** Dataset entries **
# # # #
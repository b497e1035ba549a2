using Campaigns.Statistics.Numerics;

namespace Campaigns.Statistics.Corrections;

/// <summary>Weights of a family's hypotheses in the order of ranks, on a scale of their own.</summary>
/// <remarks>The scale is a power of two that brings the largest weight, or the sum of the untested ones, into [1, 2), so that nothing leaves the range of doubles; a weight below 10^-30 of it is taken for 0.</remarks>
internal sealed class FamilyWeights
{
    private const double Least = 1e-30;

    private readonly double[] _byRank;

    private FamilyWeights(double[] byRank, double rest)
    {
        _byRank = byRank;
        Rest = rest;

        // Summed from the last rank on, as a procedure does that goes down the ranks: at the first rank both sums are the same bits.
        DoubleDouble total = DoubleDouble.From(rest);
        for (int rank = byRank.Length - 1; rank >= 0; rank--)
        {
            total += DoubleDouble.From(byRank[rank]);
        }

        Total = total;
    }

    /// <summary>The untested hypotheses' weights together.</summary>
    public double Rest { get; }

    /// <summary>All weights together.</summary>
    public DoubleDouble Total { get; }

    /// <summary>The weight of a rank, counted from 0: 0, or from 10^-30 to 2.</summary>
    public double AtRank(int rank) => _byRank[rank];

    /// <summary>Weights in the order of some ranks.</summary>
    /// <param name="scaled">Weights as <see cref="Scaled"/> gives them.</param>
    /// <param name="rest">The untested hypotheses' weights together, on the same scale.</param>
    /// <param name="order">For each rank the position of its weight.</param>
    public static FamilyWeights InOrder(ReadOnlySpan<double> scaled, double rest, ReadOnlySpan<int> order)
    {
        double[] byRank = new double[order.Length];
        for (int rank = 0; rank < byRank.Length; rank++)
        {
            byRank[rank] = scaled[order[rank]];
        }

        return new FamilyWeights(byRank, rest);
    }

    /// <summary>Checks weights and brings them to scale.</summary>
    /// <param name="weights">One for each p-value at hand.</param>
    /// <param name="rest">The untested hypotheses' weights together.</param>
    /// <param name="count">P-values at hand.</param>
    /// <param name="familySize">Hypotheses in the family.</param>
    /// <exception cref="ArgumentException">Not one weight a p-value; a weight that is negative, infinite or NaN; all 0; a rest where nothing is untested.</exception>
    public static (double[] Each, double OfRest) Scaled(ReadOnlySpan<double> weights, double rest, int count, int familySize)
    {
        if (weights.Length != count)
        {
            throw new ArgumentException(FormattableString.Invariant($"{weights.Length} weights were given for {count} p-values: each needs one."), nameof(weights));
        }

        double largest = Check(rest, "The weight of the untested hypotheses together");
        for (int i = 0; i < count; i++)
        {
            largest = Math.Max(largest, Check(weights[i], FormattableString.Invariant($"Weight number {i + 1}")));
        }

        if (largest == 0 && familySize > 0)
        {
            throw new ArgumentException("All weights of the family are 0: at least one must be positive.", nameof(weights));
        }

        if (rest > 0 && familySize == count)
        {
            throw new ArgumentException(FormattableString.Invariant($"A weight of {rest:R} was given for untested hypotheses, but all {count} of the family have a p-value."), nameof(rest));
        }

        int power = largest > 0 ? Math.ILogB(largest) : 0;
        double[] scaled = new double[count];
        for (int i = 0; i < count; i++)
        {
            double weight = Math.ScaleB(weights[i], -power);
            scaled[i] = weight < Least ? 0 : weight;
        }

        return (scaled, Math.ScaleB(rest, -power));
    }

    private static double Check(double weight, string which) =>
        double.IsFinite(weight) && weight >= 0
            ? weight
            : throw new ArgumentException(FormattableString.Invariant($"{which} is {weight:R}: a weight is a number from 0 up."));
}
# # # #
** Exercise directions **
Keeping every character as it is, restate the lines above that run from the line with "public double AtRank(int" through the line with "of its weight.</param>", both included, and nothing else.

** Answer box **
    public double AtRank(int rank) => _byRank[rank];

    /// <summary>Weights in the order of some ranks.</summary>
    /// <param name="scaled">Weights as <see cref="Scaled"/> gives them.</param>
    /// <param name="rest">The untested hypotheses' weights together, on the same scale.</param>
    /// <param name="order">For each rank the position of its weight.</param>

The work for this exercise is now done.